Newspaper Navigator

Benjamin Charles Germain Lee

This page contains a number of resources for Newspaper Navigator, my Innovator in Residence project at the Library of Congress. The goal of Newspaper Navigator is to re-imagine searching over the visual content in Chronicling America using machine learning. The project consists of two steps: The goal of Newspaper Navigator is to engage the American public with the Library of Congress's collections, as well advance research in computer science, digital libraries, and the digital humanities. All deliverables resulting from the Newspaper Navigator project (including all code, the dataset, etc.), are placed into the public domain for unrestricted re-use. An enormous thank you to LC Labs, The National Digital Newspaper Program, and IT Design & Development at the Library of Congress, as well as Dan Weld!

The Newspaper Navigator Dataset

Website: https://news-navigator.labs.loc.gov/
This is the landing page for the Newspaper Navigator dataset. Here, you will find details about how to query the data over https and S3. There are also hundreds of pre-packaged datasets for immediate use - no coding necessary!

Paper: CIKM 2020
DOI: https://dl.acm.org/doi/10.1145/3340531.3412767
ArXiv: https://arxiv.org/abs/2005.01583
This paper details the construction of the Newspaper Navigator dataset. This includes details on training the visual content recognition model, statistics on running the pipeline, and visualizations of the dataset itself.
*This paper was named Best Resource Paper Runner-up at CIKM 2020.*
*The dataset has been named Best Digital Humanities Dataset at the 2020 Digital Humanities Awards.*

Code: https://github.com/LibraryOfCongress/newspaper-navigator
This GitHub repo contains all of the code for the Newspaper Navigator Project, as well as the finetuned visual content recognition model weights, the dataset used for finetuning (annotations from the Beyond words project augmented with additional annotations), and demos. The entire contents of the repo are placed into the public domain.

The Newspaper Navigator Search Application

Website: https://news-navigator.labs.loc.gov/search
The Newspaper Navigator search application enables visitors to search over 1.5 million Newspaper Navigator photos. In addition to providing faceted + keyword search affordances, The application empowers visitors to train their own AI navigators to search 1.5 million Newspaper Navigator photos by visual similarity.
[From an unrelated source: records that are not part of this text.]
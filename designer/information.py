"""How much a set of samples says about the constants of one named candidate, at a best guess.

A plan is a list of samples with weights that sum to 1. Sample i adds the matrix m_i = F_i' F_i, where
the rows F_i are the derivatives of what is read in units of its own error (``standardised``), and the
plan has the information M = sum_i w_i m_i for one sample on average; n samples have n M. Every measure is
a positive amount of information, concave in M and of degree 1 (twice the samples, twice the amount):

    D    det(M)^(1/p)                        all p parameters together
    Ds   det(K' M^- K)^(-1/s)                s of them (columns of K), the others being a nuisance
    A    1 / tr(M^-1)                        mean variance
    c    1 / (c' M^- c)                      one quantity with gradient c

Because of both properties the sensitivity s(x) = tr(G m(x)), G the gradient of the logarithm of the
amount, gives a bound that holds for every design within the region, fractional repeats included:

    best amount <= amount of this plan * largest sensitivity / target

with target p for D, s for Ds, 1 for A and c; at the best design the largest sensitivity equals the target
and is reached at every point of the support. Equivalence theorem: Kiefer & Wolfowitz 1960 (D); Fedorov &
Hackl 1997 (the others); a singular M is served by any generalised inverse (Pukelsheim 1993, ch. 7).

The unit is a sample, beliefs are left out, and parameters are meant in logarithms (``in_logarithms``):
then a variance is the square of a relative standard error and A needs no choice of units.
Logarithms are natural; the order of the parameters is that of the last axis of the rows.
"""

from __future__ import annotations

from collections.abc import Callable, Sequence
from dataclasses import dataclass

import numpy as np

from designer.errors import CallError

RANK = 1e-10  # singular values of scaled rows below this part of the largest count as zero
RANK_OF_MATRIX = 3e-8  # the same where only F'F is known: rounding has already eaten half of the digits
WITHIN = 1e-5  # part of an asked direction that may lie outside what can be estimated


@dataclass(frozen=True)
class Sensitivities:
    """What the candidate says about samples: derivatives of the mean reading, and its variance.

    jacobian: (samples, readings, parameters); variance: (samples, readings) or one number, in squared
    units of the reading; variance_jacobian: shaped like jacobian, given where the dependence of the
    variance on the parameters is to count as information of its own.
    """

    jacobian: np.ndarray
    variance: np.ndarray | float = 1.0
    variance_jacobian: np.ndarray | None = None


@dataclass(frozen=True)
class Term:
    """One part of a measure: share of it, and the combinations K (parameters, s) it is about."""

    share: float
    combinations: np.ndarray
    determinant: bool


@dataclass(frozen=True)
class Measure:
    """What is to be made large. target: largest sensitivity at the best design."""

    kind: str
    terms: tuple[Term, ...]
    target: float

    @property
    def parameters(self) -> int:
        return int(self.terms[0].combinations.shape[0])


def in_logarithms(jacobian: np.ndarray, values: Sequence[float]) -> np.ndarray:
    """Derivatives by ln theta from derivatives by theta: dy/d(ln theta) = theta dy/d(theta).

    jacobian: (..., parameters); values: the best guesses theta, all above 0.
    Raises CallError for a value that has no logarithm.
    """
    at = np.asarray(values, dtype=float)
    if not np.all(at > 0):
        raise CallError(f"a parameter must be above 0 to have a logarithm; found {at.tolist()}")
    return np.asarray(jacobian, dtype=float) * at


def standardised(given: Sensitivities | np.ndarray) -> np.ndarray:
    """Rows F (samples, rows, parameters) with m_i = F_i' F_i the information of sample i.

    Readings are independent and normal with mean y and variance v: one row dy/v^(1/2) each, and, with
    variance_jacobian, one more dv/(2^(1/2) v). A bare array (samples, readings, parameters), or
    (samples, parameters) where one thing is read, has variance 1.
    Raises CallError when shapes do not fit, or something is not finite, or a variance is not above 0.
    """
    if not isinstance(given, Sensitivities):
        given = Sensitivities(np.asarray(given, dtype=float))
    jacobian = np.asarray(given.jacobian, dtype=float)
    if jacobian.ndim == 2:
        jacobian = jacobian[:, None, :]
    if jacobian.ndim != 3:
        raise CallError(f"a jacobian has axes (samples, readings, parameters); found shape {jacobian.shape}")
    variance = _variance(given.variance, jacobian.shape[:2])
    rows = jacobian / np.sqrt(variance)[..., None]
    if given.variance_jacobian is not None:
        slope = np.asarray(given.variance_jacobian, dtype=float).reshape(jacobian.shape)
        rows = np.concatenate([rows, slope / (np.sqrt(2) * variance[..., None])], axis=1)
    if not np.all(np.isfinite(rows)):
        raise CallError("a derivative of a reading is not finite; leave such samples out of the region")
    return rows


def _variance(given: np.ndarray | float, shape: tuple[int, ...]) -> np.ndarray:
    variance = np.asarray(given, dtype=float)
    if variance.ndim == 1:
        variance = variance[:, None]
    try:
        variance = np.broadcast_to(variance, shape)
    except ValueError:
        message = f"variance has shape {variance.shape}, the readings have (samples, readings) = {shape}"
        raise CallError(message) from None
    if not np.all(variance > 0):
        raise CallError("the variance of a reading must be above 0")
    return variance


def information(rows: np.ndarray, weights: Sequence[float] | np.ndarray | None = None) -> np.ndarray:
    """M = sum_i w_i F_i' F_i, (parameters, parameters), for one sample on average.

    weights: one a sample, not negative; they are divided by their sum. None: all equal.
    """
    shares = _shares(weights, len(rows))
    return np.einsum("i,irp,irq->pq", shares, rows, rows)


def _shares(weights: Sequence[float] | np.ndarray | None, count: int) -> np.ndarray:
    shares = np.ones(count) if weights is None else np.asarray(weights, dtype=float)
    if shares.shape != (count,) or np.any(shares < 0) or not 0 < shares.sum() < np.inf:
        raise CallError(f"expected {count} weights, none negative and not all 0; found {shares.tolist()}")
    return shares / shares.sum()


# ---- the measures ------------------------------------------------------------------------------


def _all_together(parameters: int, gradient: Sequence[float] | None, subset: Sequence[int] | None) -> Measure:
    return Measure("D", (Term(1.0, np.eye(parameters), True),), float(parameters))


def _mean_variance(
    parameters: int, gradient: Sequence[float] | None, subset: Sequence[int] | None
) -> Measure:
    return Measure("A", (Term(1.0, np.eye(parameters), False),), 1.0)


def _one_quantity(parameters: int, gradient: Sequence[float] | None, subset: Sequence[int] | None) -> Measure:
    if gradient is None:
        raise CallError("measure c needs the gradient of the asked quantity by the parameters")
    asked = np.asarray(gradient, dtype=float).reshape(-1, 1)
    if asked.shape[0] != parameters or not np.any(asked) or not np.all(np.isfinite(asked)):
        raise CallError(
            f"expected a finite gradient of {parameters} numbers, not all 0; found {list(gradient)}"
        )
    return Measure("c", (Term(1.0, asked, False),), 1.0)


def _some_of_them(parameters: int, gradient: Sequence[float] | None, subset: Sequence[int] | None) -> Measure:
    chosen = sorted(set(subset or ()))
    if not chosen or chosen[0] < 0 or chosen[-1] >= parameters:
        raise CallError(f"measure Ds needs indices of parameters, from 0 to {parameters - 1}; found {subset}")
    return Measure("Ds", (Term(1.0, np.eye(parameters)[:, chosen], True),), float(len(chosen)))


KINDS: dict[str, Callable[[int, Sequence[float] | None, Sequence[int] | None], Measure]] = {
    "D": _all_together,
    "A": _mean_variance,
    "c": _one_quantity,
    "Ds": _some_of_them,
}


def measure(
    kind: str,
    parameters: int,
    *,
    gradient: Sequence[float] | None = None,
    subset: Sequence[int] | None = None,
) -> Measure:
    """The measure of that name for so many parameters.

    gradient: of the asked quantity by the parameters, for c; subset: indices of interest, for Ds.
    Raises CallError for an unknown name or a missing or unfitting argument.
    """
    if kind not in KINDS:
        raise CallError(f"'{kind}' is no measure of information here; {', '.join(KINDS)} are")
    if parameters < 1:
        raise CallError(f"a measure needs at least one parameter; found {parameters}")
    return KINDS[kind](parameters, gradient, subset)


def compromise(parts: Sequence[tuple[float, Measure]]) -> Measure:
    """Weighted geometric mean of amounts, sum_j share_j ln amount_j; target 1.

    Shares must be positive or 0 and are divided by their sum, which keeps degree 1 and so the bound.
    Atkinson 2008 (the DT compromise is of this form).
    """
    total = sum(share for share, _ in parts)
    if not total > 0 or any(share < 0 for share, _ in parts):
        raise CallError("a compromise needs shares that are not negative and not all 0")
    if len({part.parameters for _, part in parts}) != 1:
        raise CallError("the parts of a compromise must be about the same parameters")
    terms = [
        Term(share / total * term.share, term.combinations, term.determinant)
        for share, part in parts
        if share > 0
        for term in part.terms
    ]
    return Measure("compromise", tuple(terms), 1.0)


# ---- amount, criterion and sensitivity of a given plan -----------------------------------------


@dataclass(frozen=True)
class Factor:
    """What of the parameters a plan can estimate: M = B D^2 B' on its range.

    back: (parameters, rank), equals B D^-1 in units of the parameters, so that back back' is a generalised
    inverse of M; outside: (parameters, parameters - rank) spans what M says nothing about.
    """

    back: np.ndarray
    outside: np.ndarray
    scale: np.ndarray


def factorised(stacked: np.ndarray, rank: float = RANK) -> Factor:
    """Factor of M = stacked' stacked, stacked (rows, parameters), each parameter scaled to its own norm."""
    norm = np.sqrt(np.sum(stacked**2, axis=0))
    scale = np.where(norm > 0, norm, 1.0)
    scaled: np.ndarray = stacked / scale
    if len(scaled) > scaled.shape[1]:
        # the left vectors of a long list would be huge, and are not needed
        scaled = np.asarray(np.linalg.qr(scaled, mode="r"))
    _, values, right = np.linalg.svd(scaled, full_matrices=True)
    found = int(np.sum(values > rank * max(values[0] if len(values) else 0.0, 1e-300)))
    back = (right[:found].T / values[:found]) / scale[:, None]
    return Factor(back, right[found:].T, scale)


def _from_matrix(matrix: np.ndarray) -> Factor:
    matrix = np.asarray(matrix, dtype=float)
    diagonal = np.sqrt(np.maximum(np.diag(matrix), 0.0))
    scale = np.where(diagonal > 0, diagonal, 1.0)
    values, vectors = np.linalg.eigh(matrix / np.outer(scale, scale))
    root = (vectors * np.sqrt(np.maximum(values, 0.0))).T
    return factorised(root * scale, RANK_OF_MATRIX)


def estimable(factor: Factor, combinations: np.ndarray) -> bool:
    """Whether every combination (a column) lies in the range of M."""
    if factor.outside.shape[1] == 0:
        return True
    scaled = combinations / factor.scale[:, None]
    size = np.sqrt(np.sum(scaled**2, axis=0))
    return bool(np.all(np.sqrt(np.sum((factor.outside.T @ scaled) ** 2, axis=0)) <= WITHIN * size))


def _log_amount(term: Term, factor: Factor) -> float:
    if not estimable(factor, term.combinations):
        return -np.inf
    root = factor.back.T @ term.combinations
    if not term.determinant:
        return float(-np.log(np.sum(root**2)))
    sign, value = np.linalg.slogdet(root.T @ root)
    return float(-value / root.shape[1]) if sign > 0 else -np.inf


def log_amount(measure: Measure, factor: Factor) -> float:
    """ln of the amount; minus infinity where something asked cannot be estimated at all."""
    return sum(term.share * _log_amount(term, factor) for term in measure.terms)


def amount(measure: Measure, matrix: np.ndarray) -> float:
    """Amount of information of M by this measure, larger is better; 0 where something cannot be estimated.

    Two plans compare by the ratio of their amounts: half the amount needs twice the samples.
    """
    return float(np.exp(log_amount(measure, _from_matrix(matrix))))


def published(measure: Measure, logarithm: float) -> float:
    """The criterion in the form in which it is usually quoted, from the ln of the amount.

    D and Ds: ln det (larger is better); A and c: the variance for one sample (smaller is better);
    compromise: the weighted mean of ln amounts.
    """
    if measure.kind in ("A", "c"):
        return float(np.exp(-logarithm))
    return float(measure.target * logarithm)


def criterion(measure: Measure, matrix: np.ndarray) -> float:
    """Value of the criterion in its usual form (``published``) for the information matrix M."""
    return published(measure, log_amount(measure, _from_matrix(matrix)))


def gradient(measure: Measure, factor: Factor) -> np.ndarray:
    """G = d(ln amount)/dM, (parameters, parameters), of rank s; tr(G M) = 1."""
    total = np.zeros((measure.parameters, measure.parameters))
    for term in measure.terms:
        root = factor.back.T @ term.combinations
        total += term.share * factor.back @ projection(term, root) @ factor.back.T
    return total


def projection(term: Term, root: np.ndarray) -> np.ndarray:
    """G of one term in coordinates where M is the identity; root: the combinations there, (rank, s)."""
    if not term.determinant:
        return root @ root.T / np.sum(root**2)
    return root @ np.linalg.solve(root.T @ root, root.T) / root.shape[1]


def sensitivity(measure: Measure, matrix: np.ndarray, rows: np.ndarray) -> np.ndarray:
    """Sensitivity of every sample of ``rows`` under a plan with information M: (samples,).

    target * tr(G m(x)); D: tr(M^-1 m(x)), the variance of the predicted readings in units of their errors.
    sensitivity / target - 1 is the slope of ln amount towards that sample. Where M is singular the
    Moore-Penrose inverse of the scaled M serves: the bound holds, but need not be tight.
    Raises CallError where something asked cannot be estimated with M at all.
    """
    factor = _from_matrix(matrix)
    if not all(estimable(factor, term.combinations) for term in measure.terms):
        raise CallError("a plan that cannot estimate what is asked has no sensitivities")
    return measure.target * traces(gradient(measure, factor), rows)


def traces(matrix: np.ndarray, rows: np.ndarray) -> np.ndarray:
    """tr(matrix m_i) for every sample i."""
    return np.einsum("irp,pq,irq->i", rows, matrix, rows, optimize=True)


def efficiency(measure: Measure, matrix: np.ndarray, reference: np.ndarray) -> float:
    """Amount of a plan as a share of that of another: the part of the other's samples it is worth."""
    return float(
        np.exp(log_amount(measure, _from_matrix(matrix)) - log_amount(measure, _from_matrix(reference)))
    )


def standard_error(matrix: np.ndarray, gradient: Sequence[float], samples: float = 1.0) -> float:
    """SE of a quantity from ``samples`` samples spread as in M: (c' M^- c / samples)^(1/2).

    In ln-parameters and for one of them this is a relative standard error. Infinity where M says nothing.
    """
    asked = measure("c", len(gradient), gradient=gradient)
    return float(np.sqrt(criterion(asked, matrix) / samples))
Visitors can train AI navigators by labeling positive and negative training examples and tune the system on the fly, as training and predicting on all 1.5 million photos takes just a couple of seconds. The AI navigators are powered by ResNet-18 image embeddings.

Demo: UIST 2020
Paper DOI: https://dl.acm.org/doi/10.1145/3379350.3416143
Preview Video: https://www.youtube.com/watch?v=1WfTFVXx1fg
Short Talk Video: https://www.youtube.com/watch?v=9w7ippuo3Gk
This demo presents open faceted search, the new mode of search launched in the Newspaper Navigator Search Application. From the computer science perspective, open faceted search empowers users to define their own facets in an open-domain fashion.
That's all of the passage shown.